Damnation! Suddenly, Christina realized why she felt so desperate about this opportunity to have an affair with Martin—if it was an opportunity; she didn’t know what it was. All she knew for a certainty in that instant was that Martin Tafft was the first man she’d met to whom she had ever been this strongly attracted. If it had taken her this long to find one, how would she ever find another? Obviously, men who appealed to her feminine side didn’t grow on every tree. She might never have this opportunity again. If he rejected her overture, she might never experience lovemaking at all.
Besides, the thought of making love to another man—any man other than Martin Tafft—made her feel queasy. By rights, she ought to be lusting after Pablo Orozco. Heaven knew all the other women in the United States did. But Pablo Orozco gave her a pain in lots of places. Only Martin made her female juices flow and her heart sing.
“I’m sorry, Christina. I want you. I truly do. I can’t offhand think of anything more appealing than taking you into my arms and making sweet love to you until—well, maybe I’d best not continue along that line.”
Darn. Christina wished he would. It sounded so good to her.
“Anyhow,” he went on, “I can’t. I—just can’t. I wouldn’t feel right about it.”

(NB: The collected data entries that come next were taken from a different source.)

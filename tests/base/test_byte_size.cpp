// Sizes as people write them (base/byte_size.hpp). Binary prefixes are powers
// of 1024 (IEC 80000-13:2008, "Ki", "Mi", "Gi", "Ti"); decimal prefixes are
// powers of 1000 (SI Brochure, 9th ed. 2019, table 7).
#include <catch2/catch.hpp>

#include <stdexcept>

#include "cullcast/base/byte_size.hpp"

using cullcast::format_bytes;
using cullcast::parse_byte_size;

TEST_CASE("byte sizes parse with binary and decimal prefixes") {
  CHECK(parse_byte_size("4096") == 4096u);
  CHECK(parse_byte_size("4096B") == 4096u);
  CHECK(parse_byte_size("1KiB") == 1024u);
  CHECK(parse_byte_size("2GiB") == 2ull * 1024 * 1024 * 1024);
  CHECK(parse_byte_size("512 MiB") == 512ull * 1024 * 1024);
  CHECK(parse_byte_size("1.5G") == 1500000000ull);
  CHECK(parse_byte_size("800MB") == 800000000ull);
  CHECK(parse_byte_size("3t") == 3000000000000ull);
  CHECK(parse_byte_size("0.5ki") == 512u);
}

TEST_CASE("bad byte sizes are refused with the text") {
  for (const char* bad : {"", " ", "-1GiB", "GiB", "2 parsecs", "1e30", "inf", "nan", "2GiBs", "1..5G"}) {
    INFO(bad);
    CHECK_THROWS_AS(parse_byte_size(bad), std::invalid_argument);
  }
  CHECK_THROWS_WITH(parse_byte_size("2 parsecs"), Catch::Matchers::Contains("2 parsecs"));
}

TEST_CASE("byte sizes print in binary units") {
  CHECK(format_bytes(900) == "900 B");
  CHECK(format_bytes(1024) == "1.00 KiB");
  CHECK(format_bytes(1536ull * 1024 * 1024) == "1.50 GiB");
  CHECK(format_bytes(parse_byte_size("2GiB")) == "2.00 GiB");
}
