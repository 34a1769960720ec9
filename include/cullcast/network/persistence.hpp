#pragma once
// CONTRACT. Metapopulation persistence: Hastings & Botsford (2006), "Persistence
// of spatial populations depends on returning home", PNAS 103:6067-6072. A
// network of reefs persists when the dominant eigenvalue lambda of its
// reproduction-scaled connectivity matrix M exceeds 1, with
//   M_ij = R_i P_ij   (row i = source, column j = sink; lambda(M) = lambda(M^T),
//                      so orientation does not change it),
// R_i = lifetime reproduction of a settler on reef i, in settlers (an input:
// biology is not computed here). For uniform R, lambda(M) = R lambda(P), and
// 1 / lambda(P) is the lifetime reproduction needed for persistence.
//
// Method: M is non-negative, so its dominant eigenvalue is its Perron root
// (spectral radius), and that of a reducible matrix is the largest Perron
// root of its strongly connected blocks. Each block is solved densely
// (Eigen::EigenSolver) when small, otherwise by power iteration on the
// shifted block B + I (primitive, so the iteration converges even when the
// block is periodic, e.g. a ring of reefs).
#include <string>
#include <vector>

#include "cullcast/network/connectivity_matrix.hpp"

namespace cullcast::network {

struct EigenOptions {
  int dense_limit = 300;         // blocks up to this many reefs are solved densely
  int max_iterations = 100000;   // power iteration
  double tolerance = 1e-12;      // relative change of the eigenvalue estimate
};

struct DominantEigen {
  double value = 0;                     // dominant eigenvalue (spectral radius), >= 0
  std::vector<double> component_value;  // per strongly connected component (index as in strong_components(m, 0))
  std::vector<int> component;           // component of each reef
  bool converged = true;                // false if a power iteration hit max_iterations
  std::string method;                   // "dense", "power" or "dense+power"
};

// Dominant eigenvalue of a square non-negative matrix.
DominantEigen dominant_eigenvalue(const SparseMatrix& m, const EigenOptions& options = {});

// M = diag(R) P.
SparseMatrix reproduction_scaled(const SparseMatrix& p, const std::vector<double>& lifetime_reproduction);

}  // namespace cullcast::network
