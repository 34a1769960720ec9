#include "cullcast/drift/drift_run.hpp"

#include <omp.h>

#include <algorithm>
#include <chrono>
#include <limits>
#include <optional>
#include <cmath>
#include <sstream>

#include "cullcast/base/atomic_file.hpp"
#include "cullcast/base/error.hpp"
#include "cullcast/currents/gridded_field.hpp"
#include "cullcast/drift/backward_drift.hpp"
#include "cullcast/drift/checkpoint.hpp"
#include "cullcast/drift/drift_step.hpp"
#include "cullcast/drift/grid_stepper.hpp"
#include "cullcast/drift/track_writer.hpp"
#include "cullcast/reefs/reef_lookup.hpp"

namespace cullcast::drift {
namespace fs = std::filesystem;
namespace {

using Clock = std::chrono::steady_clock;

double seconds_since(Clock::time_point t) {
  return std::chrono::duration<double>(Clock::now() - t).count();
}

double event_length_s(const study::SpawningEvent& e, const study::LarvaeSettings& l) {
  return e.hours * 3600.0 + (l.precompetent_days + l.competent_days) * 86400.0;
}

std::string describe_time(const currents::Calendar& c, double s) {
  return format_iso8601(c.to_civil(s));
}

// Every release point of an event lies on land or off the currents grid: the
// release sources and the currents do not cover the same sea, and the drift
// could only report larvae that never moved. `p`: this event's particles
// when this process holds all of them (their extent goes into the message).
[[noreturn]] void no_release_over_water(const std::string& label, std::uint64_t points, const ParticleSet* p,
                                        const currents::GridSummary& g, const study::Study& study) {
  std::ostringstream m;
  m.precision(6);
  m << label << ": none of the " << points << " release points lies over water in the currents";
  if (p != nullptr && p->size() > 0) {
    const auto [lon_lo, lon_hi] = std::minmax_element(p->lon.begin(), p->lon.end());
    const auto [lat_lo, lat_hi] = std::minmax_element(p->lat.begin(), p->lat.end());
    m << " (release points span longitude " << *lon_lo << " to " << *lon_hi << ", latitude " << *lat_lo
      << " to " << *lat_hi << "; ";
  } else {
    m << " (";
  }
  m << "the currents grid covers longitude " << g.lon_min << " to " << g.lon_max << ", latitude " << g.lat_min
    << " to " << g.lat_max << ", " << std::lround(100.0 * g.land_fraction) << " % of it land)"
    << ": the reef layer '" << study.reefs.layer.string()
    << "', its aggregations and the [currents] files must cover the same sea, with water where the reefs are";
  throw InputError(m.str());
}
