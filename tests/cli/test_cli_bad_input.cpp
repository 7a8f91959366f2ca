// What a user sees when `longrun` is handed something wrong. A batch script can
// only go by the exit code and the log, so every refusal must be exactly one
// line that says which file (and which dataset and first row) is at fault, must
// leave no result and no half-written temporary file behind, and must never
// touch the input. Under mpirun every rank must agree and the job must end
// with the same code instead of hanging or aborting.
//
// Broken chain files are made with the io writer (which writes anything it is
// given) and, for what that writer cannot express, the raw HDF5 C API.
#include "cli_fixture.hpp"

#include "io/chain.hpp"
#include "io/error.hpp"

#include <fmt/format.h>
#include <gtest/gtest.h>
#include <hdf5.h>
#include <sys/socket.h>
#include <sys/stat.h>
#include <sys/un.h>
#include <unistd.h>

#include <cmath>
#include <cstdio>
#include <filesystem>
#include <limits>
#include <set>
#include <string>
#include <vector>

namespace fs = std::filesystem;
using longrun::ExitCode;
using longrun::io::Chain;
using longrun::io::ChainKind;
using namespace longrun::test;

namespace {

// Probabilities that are not short binary fractions, so that no solver can hit
// a residual of exactly zero (the six-state chain above can).
Chain awkward_dtmc() {
    const std::uint64_t n = 40;
    std::vector<std::uint64_t> s, t;
    std::vector<double> w;
    for (std::uint64_t r = 0; r < n; ++r)
        for (auto [step, p] : {std::pair{1u, 1.0 / 3}, {3u, 2.0 / 7}, {7u, 8.0 / 21}}) {
            s.push_back(r);
            t.push_back((r + step) % n);
            w.push_back(p);
        }
    return longrun::io::chain_from_triples(ChainKind::dtmc, n, s, t, w);
}

class CliBadInput : public CliFixture {};

// --- the file itself ------------------------------------------------------

TEST_F(CliBadInput, MissingFile) {
    expect_solve_refused(dir_ / "no-such-chain.h5", code(ExitCode::bad_input), {});
}

TEST_F(CliBadInput, UnreadableFile) {
    const auto bad = write_chain("locked.h5", six_state_dtmc());
    fs::permissions(bad, fs::perms::none);
    CommandOptions as_user;
    if (geteuid() == 0) { // root reads anything; nobody does not
        as_user.run_as = nobody;
        // ... but nobody must be able to write the output there: solve tries
        // that first, and this case is about the input.
        fs::permissions(dir_, fs::perms::others_write, fs::perm_options::add);
    }
    expect_solve_refused(bad, code(ExitCode::bad_input), {}, {}, 0, as_user);
    fs::permissions(dir_, fs::perms::others_write, fs::perm_options::remove);
    fs::permissions(bad, fs::perms::owner_read | fs::perms::owner_write);
}

TEST_F(CliBadInput, TextFileIsNotHdf5) {
    const auto bad = write_text("notes.h5", "states,transitions\n6,18\n");
    expect_solve_refused(bad, code(ExitCode::bad_input), {"HDF5"});
}

TEST_F(CliBadInput, TruncatedHdf5) {
    const auto bad = write_chain("cut.h5", six_state_dtmc());
    fs::resize_file(bad, fs::file_size(bad) / 2);
    expect_solve_refused(bad, code(ExitCode::bad_input), {});
}

// --- schema and header ----------------------------------------------------

TEST_F(CliBadInput, MissingTargetsDataset) {
    const auto bad = write_chain("no-targets.h5", six_state_dtmc());
    RawFile(bad).remove("/chain/targets");
    expect_solve_refused(bad, code(ExitCode::bad_input), {"/chain/targets", "missing"});
}

TEST_F(CliBadInput, WrongSchemaAttribute) {
    const auto bad = write_chain("other-schema.h5", six_state_dtmc());
    RawFile(bad).set_string("/", "schema", "someone.else.graph");
    expect_solve_refused(bad, code(ExitCode::bad_input), {"schema", "someone.else.graph"});
}

TEST_F(CliBadInput, UnsupportedSchemaVersion) {
    const auto bad = write_chain("v2.h5", six_state_dtmc());
    RawFile(bad).set_u64("/", "schema_version", 2);
    expect_solve_refused(bad, code(ExitCode::bad_input), {"version 2"});
}

TEST_F(CliBadInput, TargetsShorterThanTransitions) {
    auto c = six_state_dtmc();
    c.targets.pop_back(); // `transitions` still says 18
    const auto bad = write_chain("short-targets.h5", c);
    expect_solve_refused(bad, code(ExitCode::bad_input), {"/chain/targets", "17", "18"});
}

// The header is checked against the dataset sizes before anything is sized by
// it: a lying `states` must cost neither time nor memory.
TEST_F(CliBadInput, HugeStatesAttributeFailsFast) {
    const auto bad = write_chain("huge.h5", six_state_dtmc());
    RawFile(bad).set_u64("/chain", "states", std::uint64_t{1} << 40);
    CommandOptions small;
#ifndef LONGRUN_TEST_NO_ADDRESS_LIMIT
    // A valid run needs a few hundred MiB of address space; one vector of 2^40
    // offsets needs 8 TiB.
    small.address_space_limit = std::uint64_t{2} << 30;
#endif
    const auto r =
        expect_solve_refused(bad, code(ExitCode::bad_input), {"/chain/offsets"}, {}, 0, small);
}

TEST_F(CliBadInput, WeightsStoredAsStrings) {
    const auto bad = write_chain("string-weights.h5", six_state_dtmc());
    const hid_t type = H5Tcopy(H5T_C_S1);
    H5Tset_size(type, 8);
    std::vector<char> text(18 * 8, '\0');
    for (std::size_t k = 0; k < 18; ++k)
        std::snprintf(text.data() + 8 * k, 8, "%s", k % 3 == 1 ? "0.5" : "0.25");
    RawFile(bad).replace("/chain/weights", type, {18}, text.data());
    H5Tclose(type);
    expect_solve_refused(bad, code(ExitCode::bad_input), {"/chain/weights", "type"});
}

TEST_F(CliBadInput, WeightsStoredAsIntegers) {
    const auto bad = write_chain("integer-weights.h5", six_state_dtmc());
    const std::vector<std::int64_t> ones(18, 1);
    RawFile(bad).replace("/chain/weights", H5T_NATIVE_INT64, {18}, ones.data());
    expect_solve_refused(bad, code(ExitCode::bad_input), {"/chain/weights", "type"});
}

TEST_F(CliBadInput, TwoDimensionalOffsets) {
    const auto c = six_state_dtmc();
    const auto bad = write_chain("offsets-2d.h5", c);
    RawFile(bad).replace("/chain/offsets", H5T_NATIVE_UINT64, {7, 1}, c.offsets.data());
    expect_solve_refused(bad, code(ExitCode::bad_input), {"/chain/offsets", "dimensions"});
}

“I see.” After surreptitiously testing the state of her balance for a moment, Christina dared to stand up. She rested her fingertips on the table and gazed down at Martin. She hoped he’d look at her good and hard and realize what he was giving up. “Thank you for being honest with me. I’m sorry I’m not to your taste.”
Knowing that was as good an exit line as any she’d be able to come up with at the moment, she turned and marched to the door. She hoped Martin’s heart would ache with the knowledge of what he’d just missed out on.
“Christina, wait—”
She didn’t. Nor did she turn to see what he was doing. She headed straight for the door, her posture erect, her head held high. Gran had made her walk for miles balancing books on her head so that she wouldn’t get stoop-shouldered. Christina would have been able to balance an entire set of encyclopedias on her head at that moment.
Martin watched her go and felt as if his last hope on earth was deserting him. Not to his taste? Was she crazy? Was he crazy?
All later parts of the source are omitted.